FOODBORNE PATHOGEN CONTROL: LEARNING FROM HEALTHY MICROBIAL ECOLOGIES

The majority of studies that have characterized microbiomes in food production or processing facilities have studied their association with food quality (14) or sanitation (15). However, there is still a significant gap in understanding of microbial ecologies associated with the presence and persistence of foodborne pathogens in the food processing environment. Furthermore, we know little about factors that differentiate microbial ecologies of contaminated facilities from those that are considered pathogen-free or “healthy.” My lab is studying associations of built food processing environment microbiota and the occurrence of foodborne pathogens. Our goal is to leverage this knowledge to develop microbiome-based pathogen control strategies that may be implemented in the food industry. Our study models include produce processing facilities where Listeria monocytogenes represents a high level of food safety concern. L. monocytogenes can adapt to harsh conditions encountered in food processing environments and persist in such environments over long periods. L. monocytogenes is widespread in natural environments and is commonly introduced into produce processing facilities with raw produce. Reduction of L. monocytogenes levels and its elimination from food processing environments are therefore critical in preventing its transmission to food.

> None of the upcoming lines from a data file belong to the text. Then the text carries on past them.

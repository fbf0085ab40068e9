"""Role-definition drift: a planted shift of one role is recovered in feature units."""

from __future__ import annotations

import numpy as np
import pytest

from drift.roledrift import drift_headlines, role_drift


def test_planted_shift_in_one_role_is_recovered(demo_model, demo_prepared):
    kept = demo_prepared.kept.copy()
    roles = demo_model.predict(kept)
    spot = demo_model.role_ids_[int(np.argmax([d.startswith("spot-up heavy") for d in demo_model.role_descriptions_]))]
    last = (kept["season"] == "2024-25").to_numpy() & (roles == spot)
    kept.loc[last, "three_pa_rate"] += 0.08  # spot-up wings shoot more threes in the last season
    drift = role_drift(demo_model, kept)
    row = drift[(drift["role"] == spot) & (drift["feature"] == "three_pa_rate")].set_index("season")
    moved = row.loc["2024-25", "value"] - row.loc["2023-24", "value"]
    assert moved == pytest.approx(0.08, abs=0.025)
    others = drift[(drift["role"] != spot) & (drift["feature"] == "three_pa_rate")].set_index(["role", "season"])
    for role in set(others.index.get_level_values(0)):
        assert abs(others.loc[(role, "2024-25"), "value"] - others.loc[(role, "2023-24"), "value"]) < 0.03
    heads = drift_headlines(drift)
    text = heads.loc[heads["role"] == spot, "text"].iloc[0]
    assert "three-point rate up" in text


def test_every_season_and_role_is_reported(demo_model, demo_prepared):
    drift = role_drift(demo_model, demo_prepared.kept)
    assert set(drift["season"]) == set(demo_prepared.kept["season"])
    per = drift.groupby("season")["role"].nunique()
    assert (per == len(demo_model.role_ids_)).all()
    assert drift["match_cost"].max() < 0.5  # each season's groups sit close to the reference roles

Despite considerable efforts, control of L. monocytogenes has proven to be a challenging task, particularly in food processing facilities with suboptimal sanitary design of food processing equipment and also in the surrounding built environment, which can create niches suitable for environmental biofilm growth (16). Pathogens enclosed in a microbiome biofilm matrix that acts as a biophysical barrier protective against cleaners and sanitizers are more likely to persist in the environment (16). In cases of biofilm-supported pathogen persistence, chemical interventions frequently fail. Hence, enhancement of chemical cleaning and sanitation with biological pathogen control interventions using beneficial microorganisms (i.e., biocontrol strains) that improve the microbiological safety of the food processing environment may be a more effective alternative. Ideally, the biocontrol strains would be isolated from a similar food processing environment to be able to adapt and persist after introduction in new food processing environments. Biocontrol interventions have been successfully tested in meat processing facilities (14) but are yet to be evaluated in fresh produce processing environments, which would also need to take potential effects on produce quality into consideration. The advantages of biocontrol microorganisms include their ability to access difficult-to-clean niches in the food processing facility and to naturally compete with pathogens for available nutrients or inhibit their growth through the production of secondary metabolites.

The industry is becoming interested in advanced sanitation approaches based on understanding of microbial ecologies in the built food processing environments. Establishment of the Alliance for Advanced Sanitation, which connects industry with academia, is an important step toward formation of collaborations between academia and industry to tackle some of these issues. While there are many potential benefits to using biocontrol strains in food processing environments (especially those that are difficult to clean), they should complement rather than replace chemical and physical cleaning and sanitation practices to ensure that hygienic conditions are maintained in the food processing environment.